È, per esempio la guerra della gente a Maidan contro le truppe antisommossa e i
cecchini di Yanukovich. Ma in questa guerra in Ucraina, ora si scontrano
oppressori di differente calibro, è una disputa dei gruppi borghesi per i loro
interessi economici e politici. E tutto il sangue, la distruzione e la barbarie
che hanno già provocato è stata solo una “discussione preliminare” che è
continuata a Minsk, in una tavola con buone portate, a porte chiuse.
Nella
misura in cui i diversi campi borghesi riusciranno ad attrarre dal loro lato i
lavoratori, la rivoluzione subirà un colpo. Al contrario, solo la rivoluzione
ucraina e la solidarietà internazionale con questa possono porre fine a questa
devastazione del Paese.
Cioè
se, prima di tutto, i lavoratori dell’Ucraina, prime vittime della guerra,
riprendono la mobilitazione in maniera unificata contro il governo di
Poroshenko che ha scatenato la guerra contro il suo stesso popolo e che lo
strozza con le riforme imposte dagli Usa e dall’Ue.
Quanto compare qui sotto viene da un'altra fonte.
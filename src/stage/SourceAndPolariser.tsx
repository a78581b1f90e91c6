import type { Convention } from '../../shared/optics/convention';
import type { Stokes } from '../../shared/optics/stokes';
import { EllipseGlyph } from '../components/EllipseGlyph';
import { Quantity } from '../components/NumberText';
import { Polariser } from '../components/Polariser';
import { formatAngle, formatUncertain } from '../lib/format';
import { glyphOf } from './glyph';
import type { StageSizes } from './stage-layout';

export function Source({
  wavelengthNm,
  zoneHeight,
}: {
  readonly wavelengthNm: number;
  readonly zoneHeight: number;
}) {
  return (
    <li className="stage-item stage-source">
      <span className="stage-zone" style={{ height: zoneHeight }} aria-hidden="true">
        <span className="stage-source-tick" />
      </span>
      <strong className="stage-name">
        <span className="sr-only">source, </span>
        <Quantity text={String(wavelengthNm)} unit="nm" />
      </strong>
    </li>
  );
}

const ON_AXIS_WITHIN_DEG = 0.05;

/** `H` for 0°, `V` for 90°, the angle otherwise. */
function axisName(axisDeg: number): string {
  const letters: readonly (readonly [number, string])[] = [
    [0, 'H'],
    [90, 'V'],
    [45, 'D'],
    [-45, 'A'],
  ];
  const near = letters.find(([at]) => Math.abs(((axisDeg - at + 90 + 360) % 180) - 90) < ON_AXIS_WITHIN_DEG);
  return near === undefined ? formatAngle(axisDeg) : near[1];
}

/** A polariser makes linear light; an input with more ellipticity than this is made by something else. */
const LINEAR_INPUT_WITHIN_DEG = 0.01;

interface PolariserProps {
  readonly axisDeg: number;
  readonly axisSigmaDeg: number | null;
  /** The light that goes into the first plate, canonical; undefined where nobody says. */
  readonly input: Stokes | undefined;
  readonly convention: Convention;
  readonly sizes: StageSizes;
  readonly viewedFrom: 'receiver' | 'source';
}

/** What the plates are fed with: a polariser at its axis, or the ellipse of an input that no polariser alone makes. */
export function StagePolariser(props: PolariserProps) {
  const { axisDeg, axisSigmaDeg, input, convention, sizes, viewedFrom } = props;
  const glyph = input === undefined ? null : glyphOf(input, convention);
  if (glyph !== null && Math.abs(glyph.chiDeg) > LINEAR_INPUT_WITHIN_DEG) {
    return (
      <li className="stage-item">
        <span className="stage-zone" style={{ height: sizes.zoneHeight }}>
          <EllipseGlyph
            radius={sizes.polariserRadius / 1.3}
            psiDeg={glyph.psiDeg}
            chiDeg={glyph.chiDeg}
            sense={glyph.sense}
            viewedFrom={viewedFrom}
            framed
          />
        </span>
        <strong className="stage-name">input</strong>
        <span className="stage-second font-mono">
          <span className="stage-symbol">ψ</span> {formatAngle(glyph.psiDeg)}
        </span>{' '}
        <span className="stage-second font-mono">
          <span className="stage-symbol">χ</span> {formatAngle(glyph.shownChiDeg)}
        </span>
      </li>
    );
  }
  return (
    <li className="stage-item">
      <span className="stage-zone" style={{ height: sizes.zoneHeight }}>
        <Polariser radius={sizes.polariserRadius} axisDeg={axisDeg} viewedFrom={viewedFrom} />
      </span>
      <strong className="stage-name">polariser at {axisName(axisDeg)}</strong>
      <span className="stage-second font-mono">{formatUncertain(axisDeg, axisSigmaDeg, 2)}°</span>
    </li>
  );
}
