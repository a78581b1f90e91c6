import { startMonteCarlo } from '../../shared/optics/monte-carlo';
import { planOrderSteps, planSequenceSteps } from '../../shared/optics/sequence';
import { reachRows, type ReachMap, type ReachRow } from '../../shared/optics/solver/reach-map';
import { degrees, toRadians } from '../../shared/optics/units';
import { robustStudy } from './robust-study';
import type { StudyAnswer, StudyRequest, StudyResult } from './study-messages';

/** Told no more often than an eye can follow. */
const tellEveryMs = 100;

function answer(message: StudyAnswer): void {
  self.postMessage(message);
}

/** Runs to the end, telling the share of it that is done. */
function runThrough<Step, Result>(
  steps: Generator<Step, Result>,
  shareOf: (step: Step) => number,
  from = 0,
  to = 1,
): Result {
  let told = 0;
  for (;;) {
    const step = steps.next();
    if (step.done === true) return step.value;
    const now = performance.now();
    if (now - told > tellEveryMs) {
      told = now;
      answer({ state: 'working', share: from + (to - from) * shareOf(step.value) });
    }
  }
}

type Request<Kind extends StudyRequest['kind']> = Extract<StudyRequest, { readonly kind: Kind }>;

/** Few enough that a told share is never long out of date. */
const drawsAtOnce = 5000;

function* drawing({ problem, draws, seed, toleranceInfidelity }: Request<'monte-carlo'>) {
  const run = startMonteCarlo(problem, seed);
  while (run.draws < draws) {
    run.advance(Math.min(drawsAtOnce, draws - run.draws));
    yield run.draws / draws;
  }
  const summary = run.summary();
  if (summary === null) throw new RangeError('Ask for at least one draw.');
  return { summary, shareWithin: run.countWithin(toleranceInfidelity) / run.draws };
}

function* mapping({ input, retardancesDeg, stepDeg }: Request<'reach'>): Generator<number, ReachMap> {
  const [first, second] = retardancesDeg;
  const steps = reachRows(input, [toRadians(degrees(first)), toRadians(degrees(second))], stepDeg);
  const rows: ReachRow[] = [];
  for (;;) {
    const step = steps.next();
    if (step.done === true) return { rows, totals: step.value };
    rows.push(step.value);
    yield (rows.length * stepDeg) / 180;
  }
}

function study(request: StudyRequest): StudyResult {
  switch (request.kind) {
    case 'sequence': {
      const { problem, reorder } = request;
      const planned = reorder ? 0.2 : 1;
      const plan = runThrough(
        planSequenceSteps(problem),
        ({ rowsDone, rows }) => rowsDone / rows,
        0,
        planned,
      );
      const order = reorder ? runThrough(planOrderSteps(problem), ({ share }) => share, planned) : null;
      return { kind: 'sequence', plan, order };
    }
    case 'monte-carlo':
      return { kind: 'monte-carlo', ...runThrough(drawing(request), (share) => share) };
    case 'reach':
      return { kind: 'reach', map: runThrough(mapping(request), (share) => share), stepDeg: request.stepDeg };
    case 'robust':
      return { kind: 'robust', study: runThrough(robustStudy(request.question), (share) => share) };
  }
}

self.addEventListener('message', ({ data }: MessageEvent<StudyRequest>) => {
  try {
    answer({ state: 'working', share: 0 });
    answer({ state: 'done', result: study(data) });
  } catch (error) {
    answer({
      state: 'failed',
      sentence: error instanceof Error ? error.message : 'The calculation stopped.',
    });
  }
});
Se i lavoratori del Donbass
entrano in lotta come forza indipendente, cessando di essere solamente ostaggi
in una disputa inter-borghese.
Se i
lavoratori russi cominciano a superare il loro delirio sciovinista – dato che
stanno già pagando l’avventura di Putin con una caduta del loro livello di vita
– insieme ai parenti che vivono in Ucraina e riconoscono la crescente immagine
della Russia come “Paese aggressivo” per gli ucraini e gli altri vicini, cosa
che li spinge verso l’imperialismo e la Nato per cercare difesa.
Se i
lavoratori europei non riescono a resistere alla propaganda che demonizza la
Russia – cosa che serve solo per coprire i crimini dei maggiori avvoltoi del
mondo, che sono le borghesie imperialiste di Usa e Ue – l’espansione
dell’“imperialismo democratico” e della Nato nell’est europeo continuerà, con
il pretesto della sua “difesa”, e coprirà anche la crescente colonizzazione
della stessa Russia da parte del capitale finanziario europeo e nordamericano.
No
alla guerra! Ue, Usa, Putin, via le mani dall’Ucraina! Né Poroshenko, né
separatisti! Abbasso gli accordi di Minsk! I lavoratori ucraini, con la loro
rivoluzione, devono strappare il loro Paese dalle mani delle potenze straniere
e dell’oligarchia corrotta.
Lavoratori
e masse popolari di Europa e Russia! La possibilità di fermare il gioco
criminale dei vostri governi e strappare il continente alla barbarie in cui
l’hanno gettato i nostri padroni è nelle vostre mani.